Escribiendo desde diferentes lugares, con distintos enfoques. Escribiendo desde la experiencia o desde la investigación (periodística o de las ciencias sociales) o desde esa frontera que demarca sin éxito los géneros. Así, la multiplicidad de registros, temas y voces no deberá percibirse como contradictoria sino más bien complementaria. CRÓNICASEl azar, la arbitrariedad, la contingencia han deparado estas 14 crónicas: el perfil del sastre que ha vestido a los últimos presidentes bolivianos y que es el creador de la imagen personalísima de Evo Morales; las historias límite que recorren las carreteras nacionales; el libro de memorias del narcotraficante más importante del país; el recuento tras bambalinas del concurso de Miss Bolivia; los testimonios de la vida insufrible que miles de trabajadores bolivianos soportan en las maquiladoras de Buenos Aires o Sao Paulo; la historia de unos cantantes de hip hop de El Alto que alaban a Cristo rapeando en aymara; una versión de los horrorosos hechos acontecidos en Porvenir en 2008 y sus consecuencias recientes; el relato emocionado de un partido que sirve de excusa para hablar del fútbol como fenómeno social en Bolivia; una visita guiada por los ambientes de la morgue de Santa Cruz y sus historias; un puñado de aguafuertes que capturan danzas, personajes y lugares revelando el lado insólito que anida en el cotidiano de la ciudad de La Paz; el retrato de un curandero menonita que se interna cada vez más profundo en el trópico y en sus creencias para poder seguir sanando en paz; el jocoso backstage de la solemne primera conmemoración del Día de la Reivindicación Marítima; una exhaustiva reflexión sobre el sino post–punk y vanguardista de la cumbia boliviana; las confidencias de una escritora acerca de su larga e íntima relación con las empleadas domésticas (o trabajadoras del hogar); el diario de campaña de un candidato campesino a alcalde que va y viene entre su natal Arbieto y la lejana Virginia sin nunca dejar de soñar; la crónica del cada año menos inusual festejo de Todos Santos en el Cementerio de Chacarita en Buenos Aires, Argentina.
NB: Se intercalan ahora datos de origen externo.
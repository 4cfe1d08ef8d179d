// Server code only (no `import "server-only"`: the demo seeder, a plain tsx script, stores its report here too).
import { randomUUID } from "node:crypto";
import type { Knex } from "knex";
import type { FrozenReport } from "@/lib/validation/report";
import { writeAudit } from "@/db/audit";
import { NotFoundError } from "@/db/errors";
import { newId } from "@/db/ids";

/**
 * Every write of the report aggregate (a series of frozen versions). Each function is one transaction
 * with its audit row. Share links have their own module (db/writes/share-links.ts).
 */

type Conn = Knex | Knex.Transaction;

/**
 * Store a frozen report as a new series (no seriesId: "report.create") or as the next version of a
 * series ("report.refresh"). `frozen` must already be validated: lib/reports/freeze.ts `freezeReport`
 * returns a document parsed by the frozen-report schema, and that is exactly what every read accepts.
 */
export async function storeReport(
  conn: Conn,
  p: {
    teamId: string;
    userId: string | null;
    seriesId?: string;
    baselineId: string | null;
    title: string;
    audienceNote: string;
    frozen: FrozenReport;
    isDemo?: boolean;
  },
): Promise<{ id: string; seriesId: string; version: number }> {
  return conn.transaction(async (trx) => {
    const seriesId = p.seriesId ?? randomUUID();
    const max = await trx("reports").where({ series_id: seriesId }).max({ v: "version" }).first();
    const version = (Number(max?.v) || 0) + 1;
    const id = newId();
    await trx("reports").insert({
      id,
      team_id: p.teamId,
      series_id: seriesId,
      version,
      baseline_id: p.baselineId,
      title: p.title,
      audience_note: p.audienceNote,
      frozen: JSON.stringify(p.frozen),
      engine_version: p.frozen.engineVersion,
      is_demo: p.isDemo ? 1 : 0,
      created_by: p.userId,
      created_at: p.frozen.createdAt,
    });
    await writeAudit(trx, {
      teamId: p.teamId,
      userId: p.userId,
      action: version === 1 ? "report.create" : "report.refresh",
      entityType: "report",
      entityId: id,
      detail: { title: p.title, seriesId, version, options: p.frozen.options.map((o) => o.name) },
    });
    return { id, seriesId, version };
  });
}

/** Delete one version of a report (its share links go with it); NotFoundError when the team has no such report. */
export async function deleteReport(conn: Conn, p: { id: string; teamId: string; userId: string }): Promise<void> {
  await conn.transaction(async (trx) => {
    const row = await trx("reports").where({ id: p.id, team_id: p.teamId }).first("title", "series_id", "version");
    if (!row) throw new NotFoundError("Report");
    await trx("reports").where({ id: p.id }).delete();
    await writeAudit(trx, {
      teamId: p.teamId,
      userId: p.userId,
      action: "report.delete",
      entityType: "report",
      entityId: p.id,
      detail: { title: row.title, seriesId: row.series_id, version: row.version },
    });
  });
}
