/** Global scenario settings with sliders and typed inputs (editors only). */
export function SettingsPanel({ settings, onChange, classes, errors, technologyTemperatureC }: Props) {
  const set = <K extends keyof ScenarioSettings>(k: K, v: ScenarioSettings[K]) => onChange({ ...settings, [k]: v });
  const err = (k: string) => errors[`settings.${k}`];
  return (
    <div className="space-y-4">
      <SliderField
        label="S — cross-section factor"
        hint="S = old ÷ new size: width, thickness, spacing and ILD are divided by S. S > 1 shrinks the wires (a 0.7× pitch is S = 1/0.7 = 1.43); S < 1 makes them grow."
        min={0.5}
        max={4}
        step={0.01}
        value={settings.s}
        onChange={(v) => set("s", v)}
        check={positive("S")}
        errors={err("s")}
        name="s"
      />
      {settings.s < 1 && settings.s > 0 ? <GrowthHint s={settings.s} onUse={(v) => set("s", v)} /> : null}
      <PitchDerive classes={classes} onS={(s) => set("s", s)} />
      <SliderField
        label="S_L — length factor"
        hint="wire lengths ÷ S_L (S_L > 1: shorter wires)"
        min={0.5}
        max={4}
        step={0.01}
        value={settings.sL}
        onChange={(v) => set("sL", v)}
        check={positive("S_L")}
        errors={err("sL")}
        name="sL"
      />
      <LengthRuleField
        label="Length rule (all classes)"
        emptyLabel="S_L as set above"
        value={settings.lengthRule}
        onChange={(r) => {
          // none = the key left out, so switching back is no change
          const { lengthRule: _old, ...rest } = settings;
          onChange(r ? { ...rest, lengthRule: r } : rest);
        }}
        s={settings.s}
        errors={err("lengthRule")}
      />
      <div>
        <label className="mb-1 block text-xs font-medium text-ink" htmlFor="level">
          Model level
        </label>
        <select
          id="level"
          className={inputClass}
          value={settings.level}
          onChange={(e) =>
            onChange({
              ...settings,
              level: e.target.value as ModelLevel,
              barrierScales: e.target.value === "full" ? settings.barrierScales : true,
            })
          }
        >
          {MODEL_LEVELS.map((l) => (
            <option key={l} value={l}>
              {LEVEL_LABEL[l]}
            </option>
          ))}
        </select>
        <p className="mt-1 text-[11px] text-muted">{LEVEL_HINT[settings.level]}</p>
      </div>
      <SliderField
        label="Miller factor"
        hint="0 = neighbours switch with the victim, 1 = quiet, 2 = opposite"
        min={0}
        max={2}
        step={0.05}
        value={settings.miller}
        onChange={(v) => set("miller", v)}
        check={millerCheck}
        errors={err("miller")}
        name="miller"
      />
      <fieldset>
        <legend className="mb-1 text-xs font-medium text-ink">Barrier / liner</legend>
        <div className="flex gap-4 text-sm">
          <label className="flex items-center gap-1.5">
            <input type="radio" name="barrier" checked={!settings.barrierScales} onChange={() => set("barrierScales", false)} /> keeps its thickness
          </label>
          <label className="flex items-center gap-1.5">
            <input type="radio" name="barrier" checked={settings.barrierScales} onChange={() => set("barrierScales", true)} /> scales with S
          </label>
        </div>
      </fieldset>
      <DielectricField value={settings.k} onChange={(k) => set("k", k)} errors={err("k")} />
      <AirGapField
        value={settings.airGap ?? null}
        onChange={(g) => {
          // off = no global gap: the key is left out (null and absent mean the same), so toggling back is no change
          const { airGap: _old, ...rest } = settings;
          onChange(g ? { ...rest, airGap: g } : rest);
        }}
        errors={errors}
      />
      <div>
        <label className="mb-1 block text-xs font-medium text-ink" htmlFor="metal">
          Metal (all classes)
        </label>
        <select id="metal" className={inputClass} value={settings.metal ?? ""} onChange={(e) => set("metal", e.target.value || null)}>
          <option value="">Keep each class&apos;s metal</option>
          {Object.values(METALS).map((m) => (
            <option key={m.id} value={m.id}>
              {m.id} — {m.name}
            </option>
          ))}
        </select>
      </div>
      <div className="grid grid-cols-3 gap-2">
        <NumberField
          label="Driver R ×"
          value={settings.deviceRFactor}
          onChange={(v) => set("deviceRFactor", v)}
          check={positive("Device R factor", 10)}
          errors={err("deviceRFactor")}
          hint="0.8 = 20% stronger"
          name="deviceRFactor"
        />
        <NumberField
          label="Load C ×"
          value={settings.deviceCFactor}
          onChange={(v) => set("deviceCFactor", v)}
          check={positive("Device C factor", 10)}
          errors={err("deviceCFactor")}
          name="deviceCFactor"
        />
        <NumberField
          label="Supply"
          unit={U.V}
          value={settings.supplyV}
          onChange={(v) => set("supplyV", v)}
          check={positive("Supply voltage", 5)}
          errors={err("supplyV")}
          name="supplyV"
        />
      </div>
      <div>
        <span className="mb-1 block text-xs font-medium text-ink">Operating temperature</span>
        <OptionalNumber
          label="Operating temperature of this scenario (°C)"
          className="w-28"
          unit={U.degC}
          placeholder={`${technologyTemperatureC} (baseline)`}
          value={settings.temperatureC}
          onChange={(v) => set("temperatureC", v)}
          check={temperatureCheck}
          errors={err("temperatureC")}
        />
        <p className="mt-1 text-[11px] text-muted">°C; empty = the baseline&apos;s. Sets the metals&apos; resistivity for this scenario only.</p>
      </div>
    </div>
  );
}

/** Slider plus typed input on one value; the slider covers the usual range, the input accepts anything valid. */
export function SliderField(p: {
  label: string;
  hint?: string;
  min: number;
  max: number;
  step: number;
  value: number;
  onChange: (v: number) => void;
  check?: (v: number) => string | undefined;
  errors?: string[];
  name: string;
}) {
  const id = useId();
  return (
    <div>
      <div className="flex items-end gap-2">
        <div className="flex-1">
          <label htmlFor={id} className="mb-1 block text-xs font-medium text-ink">
            {p.label}
          </label>
          <input
            id={id}
            type="range"
            name={`${p.name}-slider`}
            data-testid={`${p.name}-slider`}
            min={p.min}
            max={p.max}
            // "any": the browser never snaps the current value (a derived 1.55556 stays 1.55556); drags round to `step`
            step="any"
            value={Math.min(p.max, Math.max(p.min, p.value))}
            aria-valuetext={formatValue(p.value, U.none)}
            aria-describedby={`${id}-range${p.hint ? ` ${id}-hint` : ""}`}
            onChange={(e) => {
              const v = roundToStep(Number(e.target.value), p.step);
              if (p.check?.(v) === undefined) p.onChange(v);
            }}
            onKeyDown={(e) => {
              const v = sliderKey(e.key, p.value, p);
              if (v === null) return;
              e.preventDefault();
              if (v !== p.value && p.check?.(v) === undefined) p.onChange(v);
            }}
            className="w-full accent-[var(--color-copper)]"
          />
          <div
            id={`${id}-range`}
            className="flex justify-between text-[10px] text-faint"
            aria-label={`Slider range ${p.min} to ${p.max}; type any other value in the box`}
          >
            <span aria-hidden>{p.min}</span>
            <span aria-hidden>{p.max}</span>
          </div>
        </div>
        <NumberField label={`${p.label} value`} compact value={p.value} onChange={p.onChange} check={p.check} className="w-28" name={p.name} />
      </div>
      {p.hint ? (
        <p id={`${id}-hint`} className="mt-0.5 text-[11px] text-muted">
          {p.hint}
        </p>
      ) : null}
      {p.errors?.length ? <p className="text-xs text-bad">{p.errors.join(" ")}</p> : null}
    </div>
  );
}

/** `v` rounded to the step's decimals (exact in decimal: 1.5 + 0.01 is 1.51, not 1.5100000000000002). */
function roundToStep(v: number, step: number): number {
  return new Decimal(v).toNearest(step).toNumber();
}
Una pequeña, pero surtida colección de souvenirs bolivianos.

Más que indagar sobre los múltiples sentidos de una palabra grave nos interesaba mostrar algunas formas posibles en las que, aquí y ahora, una comunidad se imagina. Nuevos ritos, viejos temas. Nuestras derrotas, nuestras victorias, nuestras batallas futuras. Coherentes con nuestro sesgo autorreferente acá no hay glosarios. No hacen falta para pasear por nuestros lugares comunes. Las grandes y pequeñas mitologías que van naciendo en nuestro siglo XXI. Bolivia a la vista.